Meine Reise ist bisher in sieben Abschnitte geteilt. Gerade befinde ich mich am Anfang des dritten Teils dieser Reise. Ich habe noch nicht einmal die Hälfte geschafft und doch bin ich hier gerade etwas ratlos. Soll ich den Faden wieder aufnehmen und wenn ja, wie? Noch nie ist mir so deutlich geworden, wie vergleichend ich meine Welt wahrnehme. Die Art wie ich reise, ist ausschließlich dazu da mir diese Vergleiche zu ermöglichen. Das ist auch das, was mich an meinem Studium fasziniert hat. Ich bin nicht interessiert an Absolutem, sondern an Unterschieden und Gemeinsamkeiten. Hier im Lodhi Park sehe ich viele. Und da ich sie nicht mit Pakistan vergleichen kann, kehre ich zurück zu dem mir vertrautesten, dem Europäischen. Das Grün ist hier so gedämpft, wie die Uniformen unserer Soldaten. Der Straßenstaub liegt wie Blei über dem Grün und wartet auf den Regen. Man erkennt die Bäume, die aus irgendwelchen Gründen sauber gemacht werden daran, dass sie im Licht hellgrün schimmern. Die Vögel schwirren in der Stadt in Scharen über den Himmel. Es gibt nicht ausschließlich Tauben und kleine Stadtvögel wie bei uns. Hier in Delhi sieht man Raubvögel genauso wie Stadtvögel. Sie kreisen über den Gräbern und wie von alleine entsteht ein typisch indisches Bild vor meiner Linse. Ein altes verziertes Gebäude, der gleichmäßig graue, in der Linse jedoch weiß erscheinende Himmel und das gedämpfte Grün der Bäume. So sieht man Indien häufig in den Tourismuskatalogen der Welt. Nun fehlen nur noch Maharadschas, Tiger, Elefanten und trainierte Affen, dann wäre das Klischee perfekt. Hier liegt jedoch genau das Problem. Das Klischee interessiert mich nicht. Ich will dem Klischee entkommen. Ich möchte keine Yogis fotografieren oder mich mit Babas unterhalten. Ich will Menschen wie mich kennen lernen, will wissen wie sich unsere Leben ähneln und unterscheiden. Ich will vergleichen.

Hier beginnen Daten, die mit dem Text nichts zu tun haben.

/** The award problem in glpk.js's own terms; shares the engine's definitions, none of its code. */
function glpkFormulation(problem: AwardProblem, g: Glpk): LP {
	const rows: LP['subjectTo'] = [];
	const objective: { name: string; coef: number }[] = [];
	const bounds: NonNullable<LP['bounds']> = [];
	const binaries: string[] = [];
	const generals: string[] = [];
	const itemOf = new Map(problem.items.map((i) => [i.ref, i]));
	const largestStep = new Map<string, number>();
	for (const bid of problem.bids)
		largestStep.set(
			bid.item,
			Math.max(largestStep.get(bid.item) ?? 0, stepOfBid(itemOf.get(bid.item)!, bid))
		);
	const most = new Map(
		problem.items.map((i) => {
			const step = largestStep.get(i.ref) ?? 0;
			return [i.ref, step ? i.quantity + step - (i.unit === 'C62' ? 1 : 0) : i.quantity];
		})
	);
	const up = (ub: number) => ({ type: g.GLP_UP, ub, lb: 0 });
	const lo = (lb: number) => ({ type: g.GLP_LO, ub: 0, lb });
	const fx = (v: number) => ({ type: g.GLP_FX, ub: v, lb: v });
	const demand = new Map(problem.items.map((i) => [i.ref, i.quantity]));
	const qty = new Map<string, { name: string; coef: number }[]>(); // "s|i" -> quantity terms
	const cost = new Map<string, { name: string; coef: number }[]>(); // "s|i" -> spend terms
	const push = (
		m: Map<string, { name: string; coef: number }[]>,
		k: string,
		t: { name: string; coef: number }
	) => m.set(k, [...(m.get(k) ?? []), t]);
	const cap = new Map(problem.suppliers.map((s) => [s.ref, s.capacity ?? Infinity]));
	let n = 0;
	problem.bids.forEach((bid) => {
		const k = `${bid.supplier}|${bid.item}`;
		const limit = Math.min(bid.maxQuantity ?? Infinity, most.get(bid.item)!, cap.get(bid.supplier)!);
		const unitStep = stepOfBid(itemOf.get(bid.item)!, bid);
		const steps = [
			{ from: 0, price: bid.unitPrice },
			...(bid.priceBreaks ?? []).map((p) => ({ from: p.fromQuantity, price: p.unitPrice }))
		].filter((s) => s.from <= limit);
		const choose: { name: string; coef: number }[] = [];
		steps.forEach((step, t) => {
			const x = `q${n++}`;
			const next = steps[t + 1]?.from;
			// In steps, x counts steps of `per` units, and a tier ends at the last whole step below the next break.
			const per = unitStep || 1;
			const hi = unitStep
				? per * Math.min(next === undefined ? Infinity : Math.ceil(next / per) - 1, Math.floor(limit / per))
				: Math.min(next ?? Infinity, limit);
			if (unitStep) generals.push(x);
			objective.push({ name: x, coef: step.price * per });
			push(qty, k, { name: x, coef: per });
			push(cost, k, { name: x, coef: step.price * per });
			if (steps.length === 1) {
				bounds.push({ name: x, type: g.GLP_DB, lb: 0, ub: hi / per });
				return;
			}
			const on = `on${n++}`;
			binaries.push(on);
			choose.push({ name: on, coef: 1 });
			rows.push({
				name: `r${n++}`,
				vars: [
					{ name: x, coef: per },
					{ name: on, coef: -step.from }
				],
				bnds: lo(0)
			});
			rows.push({
				name: `r${n++}`,
				vars: [
					{ name: x, coef: per },
					{ name: on, coef: -hi }
				],
				bnds: up(0)
			});
		});
		if (choose.length) rows.push({ name: `r${n++}`, vars: choose, bnds: up(1) });
	});
	problem.bundles.forEach((bundle) => {
		const w = `b${n++}`;
		binaries.push(w);
		objective.push({ name: w, coef: bundle.price });
		const weight = bundle.items.map(
			(l) => l.quantity * (problem.items.find((i) => i.ref === l.item)!.baselineUnitPrice ?? 1)
		);
		const total = weight.reduce((a, b) => a + b, 0);
		bundle.items.forEach((line, j) => {
			push(qty, `${bundle.supplier}|${line.item}`, { name: w, coef: line.quantity });
			push(cost, `${bundle.supplier}|${line.item}`, { name: w, coef: (bundle.price * weight[j]!) / total });
		});
	});
	const items = problem.items
		.map((i) => i.ref)
		.filter((i) => [...qty.keys()].some((k) => k.endsWith(`|${i}`)));
	const sups = problem.suppliers.map((s) => s.ref);
	const merge = (terms: { name: string; coef: number }[]) => {
		const m = new Map<string, number>();
		for (const t of terms) m.set(t.name, (m.get(t.name) ?? 0) + t.coef);
		return [...m].map(([name, coef]) => ({ name, coef }));
	};
	const q = (ss: string[], is: string[]) =>
		merge(ss.flatMap((s) => is.flatMap((i) => qty.get(`${s}|${i}`) ?? [])));
	const spend = (ss: string[], is: string[], f = 1) =>
		merge(ss.flatMap((s) => is.flatMap((i) => cost.get(`${s}|${i}`) ?? []))).map((t) => ({
			...t,
			coef: t.coef * f
		}));
	for (const i of items)
		rows.push({
			name: `cover_${n++}`,
			vars: q(sups, [i]),
			bnds:
				most.get(i)! > demand.get(i)!
					? { type: g.GLP_DB, lb: demand.get(i)!, ub: most.get(i)! }
					: fx(demand.get(i)!)
		});
	for (const s of problem.suppliers)
		if (s.capacity !== undefined && q([s.ref], items).length)
			rows.push({ name: `cap${n++}`, vars: q([s.ref], items), bnds: up(s.capacity) });

	const needsWins = problem.rules.some(
		(r) => r.type === 'min_award' || r.type === 'supplier_count' || r.type === 'award_fixed_cost'
	);
	const win = new Map<string, string>();
	if (needsWins) {
		for (const k of qty.keys()) {
			const [s, i] = k.split('|') as [string, string];
			if (!items.includes(i)) continue;
			const y = `y${n++}`;
			binaries.push(y);
			win.set(k, y);
			const ceiling = Math.min(
				most.get(i)!,
				(problem.bids.find((b) => b.supplier === s && b.item === i)
					? Math.min(
							problem.bids.find((b) => b.supplier === s && b.item === i)!.maxQuantity ?? Infinity,
							most.get(i)!,
							cap.get(s)!
						)
					: 0) +
					problem.bundles
						.filter((b) => b.supplier === s)
						.flatMap((b) => b.items)
						.filter((l) => l.item === i)
						.reduce((a, l) => a + l.quantity, 0)
			);
			rows.push({ name: `w${n++}`, vars: [...q([s], [i]), { name: y, coef: -ceiling }], bnds: up(0) });
			rows.push({
				name: `w${n++}`,
				vars: [...q([s], [i]), { name: y, coef: -Math.min(1, ceiling) }],
				bnds: lo(0)
			});
		}
	}
	const groupsOf = (
		scope: AwardRule extends infer R ? (R extends { scope: infer S } ? S : never) : never
	): string[][] => {
		if (scope === 'each_item') return items.map((i) => [i]);
		if (scope === 'event') return [items];
		if ('item' in scope) return items.includes(scope.item) ? [[scope.item]] : [];
		return [items.filter((i) => problem.items.find((x) => x.ref === i)!.lot === scope.lot)];
	};
	const whoOf = (who: 'each_supplier' | { supplier: string } | { tag: string }): string[][] =>
		who === 'each_supplier'
			? sups.map((s) => [s])
			: 'supplier' in who
				? [[who.supplier]]
				: [problem.suppliers.filter((s) => s.tags?.includes(who.tag)).map((s) => s.ref)];
	const anyWin = new Map<string, string>();
	const groupWin = (s: string, key: string, is: string[]) => {
		const k = `${s}#${key}`;
		if (anyWin.has(k)) return anyWin.get(k)!;
		const ys = is.map((i) => win.get(`${s}|${i}`)).filter((y): y is string => Boolean(y));
		if (!ys.length) return null;
		const v = `v${n++}`;
		binaries.push(v);
		anyWin.set(k, v);
		for (const y of ys)
			rows.push({
				name: `g${n++}`,
				vars: [
					{ name: y, coef: 1 },
					{ name: v, coef: -1 }
				],
				bnds: up(0)
			});
		rows.push({
			name: `g${n++}`,
			vars: [{ name: v, coef: 1 }, ...ys.map((y) => ({ name: y, coef: -1 }))],
			bnds: up(0)
		});
		return v;
	};
	for (const rule of problem.rules) {
		if (rule.type === 'max_share' || rule.type === 'min_share') {
			const perItem = rule.scope === 'each_item' || (typeof rule.scope === 'object' && 'item' in rule.scope);
			const basis = rule.basis ?? (perItem ? 'quantity' : 'spend');
			for (const is of groupsOf(rule.scope))
				for (const ss of whoOf(rule.who)) {
					if (!is.length || !ss.length) continue;
					const p = rule.percent / 100;
					const vars = basis === 'quantity' ? q(ss, is) : merge([...spend(ss, is), ...spend(sups, is, -p)]);
					const rhs = basis === 'quantity' ? p * is.reduce((a, i) => a + demand.get(i)!, 0) : 0;
					if (!vars.length) {
						if (rule.type === 'min_share' && rhs > 0)
							rows.push({ name: `bad${n++}`, vars: [{ name: 'never', coef: 1 }], bnds: fx(-1) });
						continue;
					}
					rows.push({ name: `s${n++}`, vars, bnds: rule.type === 'max_share' ? up(rhs) : lo(rhs) });
				}
		}
		if (rule.type === 'min_award')
			for (const is of groupsOf(rule.scope))
				for (const ss of whoOf(rule.who))
					for (const s of ss)
						for (const i of is) {
							const y = win.get(`${s}|${i}`);
							if (!y) continue;
							const m = Math.min(
								demand.get(i)!,
								rule.quantity ?? ((rule.percentOfItem ?? 0) / 100) * demand.get(i)!
							);
							rows.push({ name: `m${n++}`, vars: [...q([s], [i]), { name: y, coef: -m }], bnds: lo(0) });
						}
		if (rule.type === 'supplier_count')
			for (const is of groupsOf(rule.scope)) {
				if (!is.length) continue;
				const single =
					is.length === 1 &&
					(rule.scope === 'each_item' || (typeof rule.scope === 'object' && 'item' in rule.scope));
				const vars = sups
					.map((s) =>
						single ? (win.get(`${s}|${is[0]}`) ?? null) : groupWin(s, JSON.stringify(rule.scope), is)
					)
					.filter((v): v is string => v !== null)
					.map((name) => ({ name, coef: 1 }));
				const lb = rule.min ?? 0;
				const ub = rule.max ?? 1e9;
				rows.push({
					name: `c${n++}`,
					vars: vars.length ? vars : [{ name: 'zero', coef: 1 }],
					bnds: { type: g.GLP_DB, lb, ub }
				});
			}
		if (rule.type === 'max_spend')
			for (const is of groupsOf(rule.scope))
				for (const ss of whoOf(rule.who))
					if (spend(ss, is).length)
						rows.push({ name: `sp${n++}`, vars: spend(ss, is), bnds: up(rule.amount) });
		if (rule.type === 'exclude')
			for (const is of groupsOf(rule.scope))
				for (const ss of whoOf(rule.who))
					if (q(ss, is).length) rows.push({ name: `x${n++}`, vars: q(ss, is), bnds: up(0) });
		if (rule.type === 'award_fixed_cost') {
			if (rule.per === 'supplier_item')
				for (const y of win.values()) objective.push({ name: y, coef: rule.amount });
			else
				for (const s of sups) {
					const v = groupWin(s, '"event"', items);
					if (v) objective.push({ name: v, coef: rule.amount });
				}
		}
	}
	bounds.push(
		{ name: 'zero', type: g.GLP_FX, lb: 0, ub: 0 },
		{ name: 'never', type: g.GLP_FX, lb: 0, ub: 0 }
	);
	return {
		name: 'award',
		objective: { direction: g.GLP_MIN, name: 'cost', vars: merge(objective) },
		subjectTo: rows,
		bounds,
		binaries,
		generals
	};
}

Shish Gumbda, Lodhi garden, Indien

Ich kehre, obwohl nichts passiert und es ein wunderschöner Spaziergang ist, erschöpft nach Hause zurück. Die kleinsten Vorkommnisse beunruhigen mich. Ich weiß sie nicht einzuordnen und werde von ihnen vor unlösbare (wenn auch völlig unerhebliche) Rätsel gestellt. Zu schnell bin ich überfordert.